--- WORK TO COMPLETE ---
An exact transcript of the records is what this task asks for.

--- THE RECORDS ---
// trimSpaceLeft drops leading spaces, tabs, CRs and LFs.
func trimSpaceLeft(b []byte) []byte {
	for len(b) > 0 && (b[0] == ' ' || b[0] == '\t' || b[0] == '\r' || b[0] == '\n') {
		b = b[1:]
	}
	return b
}

// attr returns the value of attribute key (entities resolved), or nil.
func (s *xmlScanner) attr(key string) []byte {
	for a := s.attrs; ; {
		k, v, rest, ok := nextAttr(a)
		if !ok {
			return nil
		}
		if string(k) == key {
			return v
		}
		a = rest
	}
}

// nextAttr returns the first attribute of a (a tag's attributes), its
// value with entities resolved, and the attributes after it; ok is false
// when there is none.
func nextAttr(a []byte) (k, v, rest []byte, ok bool) {
	a = trimSpaceLeft(a)
	eq := 0
	for eq < len(a) && a[eq] != '=' {
		eq++
	}
	if eq == len(a) {
		return nil, nil, nil, false
	}
	k = trimSpace(a[:eq])
	a = trimSpaceLeft(a[eq+1:])
	if len(a) == 0 || a[0] != '"' && a[0] != '\'' {
		return nil, nil, nil, false
	}
	q, e := a[0], 1
	for e < len(a) && a[e] != q {
		e++
	}
	if e == len(a) {
		return nil, nil, nil, false
	}
	v = a[1:e]
	for _, c := range v {
		if c == '&' {
			v = appendUnescaped(nil, v)
			break
		}
	}
	return k, v, a[e+1:], true
}

// trimSpace is bytes.TrimSpace, with ASCII spaces trimmed directly.
func trimSpace(b []byte) []byte {
	for len(b) > 0 && asciiSpace(b[0]) {
		b = b[1:]
	}
	for len(b) > 0 && asciiSpace(b[len(b)-1]) {
		b = b[:len(b)-1]
	}
	if len(b) > 0 && (b[0] >= utf8.RuneSelf || b[len(b)-1] >= utf8.RuneSelf) {
		return bytes.TrimSpace(b)
	}
	return b
}

// asciiSpace reports whether c is an ASCII space as unicode.IsSpace has it.
func asciiSpace(c byte) bool {
	return c == ' ' || c == '\t' || c == '\n' || c == '\v' || c == '\f' || c == '\r'
}

// appendText appends the character data before the current tag, with
// entities resolved, to dst.
func (s *xmlScanner) appendText(dst []byte) []byte {
	return appendUnescaped(dst, s.b[s.textFrom:s.textTo])
}

// unescapeXML resolves the predefined and numeric character references.
func unescapeXML(b []byte) string {
	if bytes.IndexByte(b, '&') < 0 {
		return string(b)
	}
	return string(appendUnescaped(nil, b))
}

// appendUnescaped appends b to dst with the predefined and numeric
// character references resolved; a reference it does not know, or one
// without its ';', is kept as it is.
func appendUnescaped(dst, b []byte) []byte {
	for len(b) > 0 {
		i := bytes.IndexByte(b, '&')
		if i < 0 {
			return append(dst, b...)
		}
		dst = append(dst, b[:i]...)
		b = b[i:]
		j := bytes.IndexByte(b, ';')
		if j < 0 {
			return append(dst, b...)
		}
		ent := b[1:j]
		lit := b[:j+1]
		b = b[j+1:]
		switch string(ent) {
		case "amp":
			dst = append(dst, '&')
		case "lt":
			dst = append(dst, '<')
		case "gt":
			dst = append(dst, '>')
		case "quot":
			dst = append(dst, '"')
		case "apos":
			dst = append(dst, '\'')
		default:
			r, ok := rune(0), false
			switch {
			case len(ent) > 1 && ent[0] == '#' && ent[1] == 'x':
				r, ok = charRef(ent[2:], 16)
			case len(ent) > 0 && ent[0] == '#':
				r, ok = charRef(ent[1:], 10)
			}
			if ok {
				dst = utf8.AppendRune(dst, r)
			} else {
				dst = append(dst, lit...)
			}
		}
	}
	return dst
}

// charRef reads the digits of a numeric character reference in base 16 or
// 10: ok when they are digits of the base (at least one) naming a valid
// character, as strconv.ParseUint(digits, base, 32) and utf8.ValidRune
// decide.
func charRef(digits []byte, base int) (rune, bool) {
	if len(digits) == 0 {
		return 0, false
	}
	var v uint64
	for _, c := range digits {
		var d byte
		switch {
		case c >= '0' && c <= '9':
			d = c - '0'
		case base == 16 && c >= 'a' && c <= 'f':
			d = c - 'a' + 10
		case base == 16 && c >= 'A' && c <= 'F':
			d = c - 'A' + 10
		default:
			return 0, false
		}
		if v <= utf8.MaxRune {
			v = v*uint64(base) + uint64(d)
		}
	}
	if v > utf8.MaxRune || !utf8.ValidRune(rune(v)) {
		return 0, false
	}
	return rune(v), true
}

--- RESULT FOR THIS EXERCISE ---
// trimSpaceLeft drops leading spaces, tabs, CRs and LFs.
func trimSpaceLeft(b []byte) []byte {
	for len(b) > 0 && (b[0] == ' ' || b[0] == '\t' || b[0] == '\r' || b[0] == '\n') {
		b = b[1:]
	}
	return b
}

// attr returns the value of attribute key (entities resolved), or nil.
func (s *xmlScanner) attr(key string) []byte {
	for a := s.attrs; ; {
		k, v, rest, ok := nextAttr(a)
		if !ok {
			return nil
		}
		if string(k) == key {
			return v
		}
		a = rest
	}
}

// nextAttr returns the first attribute of a (a tag's attributes), its
// value with entities resolved, and the attributes after it; ok is false
// when there is none.
func nextAttr(a []byte) (k, v, rest []byte, ok bool) {
	a = trimSpaceLeft(a)
	eq := 0
	for eq < len(a) && a[eq] != '=' {
		eq++
	}
	if eq == len(a) {
		return nil, nil, nil, false
	}
	k = trimSpace(a[:eq])
	a = trimSpaceLeft(a[eq+1:])
	if len(a) == 0 || a[0] != '"' && a[0] != '\'' {
		return nil, nil, nil, false
	}
	q, e := a[0], 1
	for e < len(a) && a[e] != q {
		e++
	}
	if e == len(a) {
		return nil, nil, nil, false
	}
	v = a[1:e]
	for _, c := range v {
		if c == '&' {
			v = appendUnescaped(nil, v)
			break
		}
	}
	return k, v, a[e+1:], true
}

// trimSpace is bytes.TrimSpace, with ASCII spaces trimmed directly.
func trimSpace(b []byte) []byte {
	for len(b) > 0 && asciiSpace(b[0]) {
		b = b[1:]
	}
	for len(b) > 0 && asciiSpace(b[len(b)-1]) {
		b = b[:len(b)-1]
	}
	if len(b) > 0 && (b[0] >= utf8.RuneSelf || b[len(b)-1] >= utf8.RuneSelf) {
		return bytes.TrimSpace(b)
	}
	return b
}

// asciiSpace reports whether c is an ASCII space as unicode.IsSpace has it.
func asciiSpace(c byte) bool {
	return c == ' ' || c == '\t' || c == '\n' || c == '\v' || c == '\f' || c == '\r'
}

// appendText appends the character data before the current tag, with
// entities resolved, to dst.
func (s *xmlScanner) appendText(dst []byte) []byte {
	return appendUnescaped(dst, s.b[s.textFrom:s.textTo])
}

// unescapeXML resolves the predefined and numeric character references.
func unescapeXML(b []byte) string {
	if bytes.IndexByte(b, '&') < 0 {
		return string(b)
	}
	return string(appendUnescaped(nil, b))
}

// appendUnescaped appends b to dst with the predefined and numeric
// character references resolved; a reference it does not know, or one
// without its ';', is kept as it is.
func appendUnescaped(dst, b []byte) []byte {
	for len(b) > 0 {
		i := bytes.IndexByte(b, '&')
		if i < 0 {
			return append(dst, b...)
		}
		dst = append(dst, b[:i]...)
		b = b[i:]
		j := bytes.IndexByte(b, ';')
		if j < 0 {
			return append(dst, b...)
		}
		ent := b[1:j]
		lit := b[:j+1]
		b = b[j+1:]
		switch string(ent) {
		case "amp":
			dst = append(dst, '&')
		case "lt":
			dst = append(dst, '<')
		case "gt":
			dst = append(dst, '>')
		case "quot":
			dst = append(dst, '"')
		case "apos":
			dst = append(dst, '\'')
		default:
			r, ok := rune(0), false
			switch {
			case len(ent) > 1 && ent[0] == '#' && ent[1] == 'x':
				r, ok = charRef(ent[2:], 16)
			case len(ent) > 0 && ent[0] == '#':
				r, ok = charRef(ent[1:], 10)
			}
			if ok {
				dst = utf8.AppendRune(dst, r)
			} else {
				dst = append(dst, lit...)
			}
		}
	}
	return dst
}

// charRef reads the digits of a numeric character reference in base 16 or
// 10: ok when they are digits of the base (at least one) naming a valid
// character, as strconv.ParseUint(digits, base, 32) and utf8.ValidRune
// decide.
func charRef(digits []byte, base int) (rune, bool) {
	if len(digits) == 0 {
		return 0, false
	}
	var v uint64
	for _, c := range digits {
		var d byte
		switch {
		case c >= '0' && c <= '9':
			d = c - '0'
		case base == 16 && c >= 'a' && c <= 'f':
			d = c - 'a' + 10
		case base == 16 && c >= 'A' && c <= 'F':
			d = c - 'A' + 10
		default:
			return 0, false
		}
		if v <= utf8.MaxRune {
			v = v*uint64(base) + uint64(d)
		}
	}
	if v > utf8.MaxRune || !utf8.ValidRune(rune(v)) {
		return 0, false
	}
	return rune(v), true
}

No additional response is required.